It's been a year since the meltdown of financial markets began, yet the media and politicians are still wielding pitchforks against City Bankers. In some cases this is understandable: even if their decisions were being driven by expansionary monetary policy, it is hard to deny that many bankers took extraordinary financial risks, pocketed their bonuses, and then passed the losses on to the taxpayer. That's not the way free markets should work. However, there is another set of financial institutions that seem to have evaded the limelight for now – the Credit Rating Agencies (CRAs).
These companies – such as Moody's, Standard & Poor and Fitch Ratings – were charged with assessing and attributing risk to financial derivatives created by banks.
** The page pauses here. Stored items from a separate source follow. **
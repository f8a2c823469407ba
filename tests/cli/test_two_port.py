"""`acsolve two-port`: JSON keys, text, files, and how it fails."""

from __future__ import annotations

import numpy as np
import pytest
import sympy

import acsolve as library
from tests.cli.runner import acsolve

PAD = """title "Lock-side pad"
in -- R1 -- mid -- R2 -- out
mid -- R3 -- gnd
R1, R2 = 16.61 ohm
R3 = 66.93 ohm
in -- C1 = 10 pF -- gnd
ask two-port from in to out reference 50 ohm over 1 MHz .. 1 GHz
"""
SETS = ("z", "y", "h", "g", "abcd", "s")


@pytest.fixture
def pad(tmp_path):
    """The pad as a file."""
    path = tmp_path / "pad.circuit"
    path.write_text(PAD, encoding="utf-8")
    return path


def test_json_of_the_file_s_own_question(pad):
    """Closed forms SymPy reads, laws, and numbers that are their values."""
    (found,) = acsolve("two-port", pad, "--points", 5, "--json").answers
    assert (found["kind"], found["from"], found["to"]) == (
        "two-port",
        ["in", "gnd"],
        ["out", "gnd"],
    )
    assert found["title"] == "Lock-side pad"
    assert found["reference_ohm"] == [50, 50]
    laws = {name: found[name] for name in ("reciprocal", "symmetric", "lossless", "passive")}
    assert laws == {"reciprocal": True, "symmetric": False, "lossless": False, "passive": True}
    assert found["port_condition"] == "shared node"
    assert found["checked"]["max_relative_error"] == 0
    s = sympy.Symbol("s")
    hertz = found["sweep"]["hertz"]
    for name in SETS:
        numbers = found["sweep"]["parameters"][name]
        for i, row in enumerate(found[name]):
            for j, text in enumerate(row):
                value = complex(sympy.sympify(text).subs(s, 2j * sympy.pi * hertz[2]).evalf())
                solved = complex(numbers["real"][i][j][2], numbers["imag"][i][j][2])
                assert abs(solved - value) < 1e-9 * abs(value)
    between = found["sweep"]["insertion"]
    assert (between["source_ohm"], between["load_ohm"]) == (50, 50)
    s21 = found["sweep"]["parameters"]["s"]
    size = np.hypot(s21["real"][1][0], s21["imag"][1][0])
    np.testing.assert_allclose(between["insertion_loss_db"], -20 * np.log10(size))


def test_symbols_and_sets_that_do_not_exist(tmp_path):
    """Null where a set does not exist, and where there is no reference or band."""
    path = tmp_path / "one.circuit"
    path.write_text("a -- N1 : 1 * cell -- b\nblock cell(x, y)\nx -- R -- y\nend\n", "utf-8")
    (found,) = acsolve("two-port", path, "--from", "a", "--to", "b", "--json").answers
    assert found["z"] is None
    assert found["s"] is None
    assert found["sweep"] is None
    assert found["reference_ohm"] is None
    (safe,) = found["symbols"]
    assert found["symbols"][safe] == "N1.R"
    assert found["abcd"] == [["1", safe], ["0", "1"]]


def test_references_of_the_command_line(pad):
    """The option wins over the ask line; two are one for each port."""
    (found,) = acsolve("two-port", pad, "--at", "1MHz", "--reference", "50ohm,75", "--json").answers
    assert found["reference_ohm"] == [50, 75]
    assert found["sweep"]["insertion"]["load_ohm"] == 75


def test_text_is_plain_and_narrow(pad):
    """The screen shows every set, the laws and a table."""
    found = acsolve("two-port", pad, "--points", 60)
    assert found.status == 0
    assert max(map(len, found.out.splitlines())) <= 80
    for word in ("z11", "y12", "h21", "g22", "A = ", "s22", "reciprocal  yes", "insertion"):
        assert word in found.out
    floating = acsolve("two-port", pad, "--from", "in,mid", "--to", "out")
    assert "where each pair's current returns at its second node" in " ".join(floating.out.split())


def test_files_that_are_saved_serve_as_parts(pad, tmp_path):
    """An s2p file holds the s parameters exactly, and stands for the network elsewhere."""
    target = tmp_path / "pad.s2p"
    found = acsolve("two-port", pad, "--points", 201, "--save", target)
    assert found.status == 0
    data = library.read_touchstone(target)
    expected = library.read(pad).two_port("in", "out", reference=50).data(data.hertz)
    assert (data.matrix == expected.matrix).all()
    outer = tmp_path / "outer.circuit"
    outer.write_text(
        'a -- X1 : measured(file = "pad.s2p") -- b\nb -- R1 = 50 ohm -- gnd\n', "utf-8"
    )
    options = ("--from", "a", "--to", "b", "--at", "1MHz,1GHz", "--json")
    (swept,) = acsolve("sweep", outer, *options).answers
    direct = library.parse(PAD + "out -- RL = 50 ohm -- gnd").path("in", "out")
    value = np.array(swept["real"]) + 1j * np.array(swept["imag"])
    np.testing.assert_allclose(value, direct.response([1e6, 1e9]), rtol=1e-9)
    again = acsolve("two-port", outer, *options[:-1], "--reference", "50")
    assert "no closed form" in again.out
    (ports,) = acsolve("two-port", outer, *options).answers
    assert ports["z"] is None
    assert ports["remarks"]
    assert ports["reciprocal"] is None


@pytest.mark.parametrize(
    ("options", "status", "code"),
    [
        (("--from", "in", "--to", "in"), 2, "question.same-node"),
        (("--from", "in", "--to", "out", "--save", "x.s2p"), 2, "option.value"),
        (("--from", "in", "--to", "out", "--at", "1MHz", "--save", "x.s2p"), 2, "ports.reference"),
        (("--save", "x.csv"), 2, "save.ending"),
        (("--reference", "0"), 2, "value.positive"),
        (("--from", "in", "--to", "out", "--points", "5"), 2, "option.value"),
        (("--budget", "3"), 0, None),
        (("--from", "in", "--to", "out", "--symbolic", "--budget", "3"), 1, "equations.budget"),
    ],
)
def test_failures(pad, tmp_path, monkeypatch, options, status, code):
    """What is wrong with the call ends with 2, what has no answer with 1; nothing is written."""
    monkeypatch.chdir(tmp_path)
    found = acsolve("two-port", pad, *options, "--json")
    assert found.status == status
    if code is not None:
        assert found.document["errors"][0]["code"] == code
    assert not (tmp_path / "x.s2p").exists()


def test_a_question_without_a_first_pair(tmp_path):
    """A two-port has two pairs: own sources do not make one."""
    path = tmp_path / "own.circuit"
    path.write_text(
        "V1 : voltage_source = 1 V\ngnd -- V1 -- a\na -- R1 -- b\nb -- R2 -- gnd\nask two-port to b\n",
        encoding="utf-8",
    )
    found = acsolve("two-port", path, "--json")
    assert (found.status, found.document["errors"][0]["code"]) == (2, "question.no-pair")


def test_check_no_longer_calls_it_unanswered(pad):
    """The question has its command."""
    (found,) = acsolve("check", pad, "--json").answers
    assert not [item for item in found["problems"] if item["code"] == "question.unanswered"]
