"""The last, densely filled part of an elimination as a tree of small dense matrices.

A plan eliminates one unknown after another. Where the fill is heavy, unknowns that see the
same others are eliminated together instead: each such block has a dense front, the sum of its
own entries and of what its children in the tree leave over (I. S. Duff and J. K. Reid, "The
multifrontal solution of indefinite sparse symmetric linear systems", ACM Trans. Math. Softw.
9, 1983). Blocks are merged where an estimate of the time says that this pays (relaxed
amalgamation). The pattern is taken as symmetric, which circuit equations nearly are. Like a
plan, fronts are pure data.
"""

from __future__ import annotations

from collections.abc import Callable, Iterable, Sequence
from dataclasses import dataclass, replace

import numpy as np
from numpy.typing import NDArray

from acsolve.algebra.plan import Plan

Indices = NDArray[np.int64]
Cost = Callable[[int, int], float]  # of a block: pivots, width -> seconds


@dataclass(frozen=True, slots=True, eq=False, kw_only=True)
class Front:
    """One block. Unknowns of the dense part are numbered 0 to m-1 in the plan's order.

    pivots, others : eliminated here, and seen by these; the front's lines in this order.
    own : first and last+1 of its entries in `Fronts.slots`.
    own_at : flat position of each in the front, row by row.
    children : (number of the front, flat position here of each number that it leaves over).
    """

    pivots: Indices
    others: Indices
    own: tuple[int, int]
    own_at: Indices
    children: tuple[tuple[int, Indices], ...]

    @property
    def width(self) -> int:
        """Lines of the front."""
        return len(self.pivots) + len(self.others)


@dataclass(frozen=True, slots=True, eq=False, kw_only=True)
class Fronts:
    """A plan cut in two: first its light steps, one by one, then blocks.

    light : a plan of the light steps alone; it leaves the other slots eliminated so far.
    rows, columns : of the matrix, for the unknowns of the dense part.
    slots : where the light steps leave the entries of the blocks.
    blocks : children before parents.
    """

    light: Plan
    rows: tuple[int, ...]
    columns: tuple[int, ...]
    slots: tuple[int, ...]
    blocks: tuple[Front, ...]

    @property
    def largest(self) -> int:
        """Lines of the largest block."""
        return max((front.width for front in self.blocks), default=0)

    @property
    def stored(self) -> int:
        """Numbers a point that the blocks keep."""
        return sum(len(front.pivots) * (2 * front.width) for front in self.blocks)


def light_steps(plan: Plan, most: int) -> list[bool]:
    """Steps of at most so many updates that wait for no heavier one, by place."""
    light = [len(step.targets) <= most for step in plan.steps]
    for step, seen, kept in zip(plan.steps, _seen(plan), range(len(light)), strict=True):
        if not light[kept] and step.targets:
            for place in seen:
                light[place] = False
    return light


def _seen(plan: Plan) -> Iterable[set[int]]:
    """For each step the places of the lines that it updates, of rows and of columns."""
    row_place = {step.row: place for place, step in enumerate(plan.steps)}
    column_place = {step.column: place for place, step in enumerate(plan.steps)}
    for step in plan.steps:
        yield {row_place[row] for row in step.below_rows} | {
            column_place[column] for column in step.right_columns
        }


@dataclass(slots=True)
class _Block:
    """A block while blocks are merged, by places of the plan."""

    pivots: list[int]
    others: set[int]
    children: list[int]

    def size(self) -> tuple[int, int]:
        return len(self.pivots), len(self.pivots) + len(self.others)


def cut(plan: Plan, light: Sequence[bool], cost: Cost) -> Fronts:
    """Blocks for all steps that are not light, merged where `cost` falls."""
    blocks = _merged(_tree(plan, light), cost)
    return _numbered(plan, light, blocks)


def _tree(plan: Plan, light: Sequence[bool]) -> dict[int, _Block]:
    """One block for each step, by place; a block's parent is the first of its others."""
    blocks: dict[int, _Block] = {}
    left: dict[int, set[int]] = {}
    for place, seen in enumerate(_seen(plan)):
        if light[place]:
            continue
        others = (seen | left.pop(place, set())) - {place}
        block = blocks.setdefault(place, _Block([], set(), []))
        block.pivots, block.others = [place], others
        if others:
            parent = min(others)
            left.setdefault(parent, set()).update(others)
            blocks.setdefault(parent, _Block([], set(), [])).children.append(place)
    return dict(sorted(blocks.items()))


def _merged(blocks: dict[int, _Block], cost: Cost) -> dict[int, _Block]:
    """Each block takes in the children that are cheaper inside it."""
    for block in blocks.values():
        waiting = sorted(block.children, key=lambda place: blocks[place].size()[1])
        block.children = []
        while waiting:
            place = waiting.pop()
            child = blocks[place]
            pivots, width = block.size()
            more = len(child.pivots)
            together = cost(pivots + more, width + more)
            if together <= cost(pivots, width) + cost(*child.size()):
                block.pivots = sorted(child.pivots + block.pivots)
                block.children += child.children
                child.pivots = []
            else:
                block.children.append(place)
    return {place: block for place, block in blocks.items() if block.pivots}


def _numbered(plan: Plan, light: Sequence[bool], blocks: dict[int, _Block]) -> Fronts:
    heavy = [place for place, is_light in enumerate(light) if not is_light]
    number = {place: at for at, place in enumerate(heavy)}
    steps = tuple(step for step, is_light in zip(plan.steps, light, strict=True) if is_light)
    live = set(range(plan.entries)).union(*(step.targets for step in steps))
    order = {place: at for at, place in enumerate(blocks)}
    slots: list[int] = []
    fronts: list[Front] = []
    lines_of: dict[int, dict[int, int]] = {}
    for place, block in blocks.items():
        others = sorted(block.others)
        lines = lines_of[place] = {at: k for k, at in enumerate(block.pivots + others)}
        own = _own(plan, block.pivots, lines, live)
        fronts.append(
            Front(
                pivots=_indices(number[at] for at in block.pivots),
                others=_indices(number[at] for at in others),
                own=(len(slots), len(slots) + len(own)),
                own_at=_indices(own.values()),
                children=tuple(
                    (order[child], _spots(blocks[child].others, lines)) for child in block.children
                ),
            )
        )
        slots += own
    return Fronts(
        light=replace(plan, steps=steps),
        rows=tuple(plan.steps[place].row for place in heavy),
        columns=tuple(plan.steps[place].column for place in heavy),
        slots=tuple(slots),
        blocks=tuple(fronts),
    )


def _indices(items: Iterable[int]) -> Indices:
    return np.fromiter(items, dtype=np.int64)


def _own(
    plan: Plan, pivots: Sequence[int], lines: dict[int, int], live: set[int]
) -> dict[int, int]:
    """Slot -> flat position, for what the light steps leave in these rows and columns."""
    row_line = {plan.steps[place].row: line for place, line in lines.items()}
    column_line = {plan.steps[place].column: line for place, line in lines.items()}
    width = len(lines)
    found: dict[int, int] = {}
    for place in pivots:
        step, line = plan.steps[place], lines[place]
        found[step.pivot] = line * (width + 1)
        for slot, row in zip(step.below, step.below_rows, strict=True):
            found[slot] = row_line[row] * width + line
        for slot, column in zip(step.right, step.right_columns, strict=True):
            found[slot] = line * width + column_line[column]
    return {slot: at for slot, at in found.items() if slot in live}


def _spots(others: set[int], lines: dict[int, int]) -> Indices:
    """Flat positions in the parent of a child's remainder."""
    at = _indices(lines[place] for place in sorted(others))
    return (at[:, None] * len(lines) + at).ravel()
These ratings, ranging from AAA through to C, would then determine the risk involved with those securities and hence the price and demand for them. This seems a pretty trivial task for companies with vast resources and expertise until you realize that these companies gave securitized debt, containing toxic sub-prime loans, a AAA rating.
Naturally with such a seductive low-risk rating these securities were bought up by banks and in the end it was these, which caused the stagnation of inter bank lending. This kind of asymmetric information in the derivatives market added to the crisis. Yet little has been done to reform CRAs. President Obama has proposed 'reforms' which would basically be a slap on the wrist, but there has been no full-scale investigation as to why these debts were given such high ratings (apart from the companies blaming faulty models). The first major move was from a US pension fund which is attempting to sue three of these agencies for $1 billion.
More should be done. Evidence in the IEA's Verdict on the Crash: Causes and Policy implications points towards a systemic failure in CRA strategy, with too much emphasis placed on mathematical modeling, rather than economic reasoning. Interestingly, the solution may be the reverse of current government proposals: a reduction in regulation. Reducing regulation would increase competition in the credit ratings market (where market entry by new firms is currently nigh-on-impossible), increasing the number of different 'opinions' available and bringing an end to the all-too-cozy oligopoly of present-day CRAs.
As a keen economist (free market economist of course!) I consider it a great privilege to have the opportunity to work at the Adam Smith Institute. I look forward to this week at the ASI and hope to learn a lot about economics and politics. Besides Economics I recently sat AS exams in Politics, Maths and Physics. My main interests lie in political economy and I hope to apply to read Philosophy, Politics and Economics at Oxford University. To me these are the subjects that really govern our lives, day in and day out, and only by studying them can we truly understand not only the workings of a society but also of human nature itself.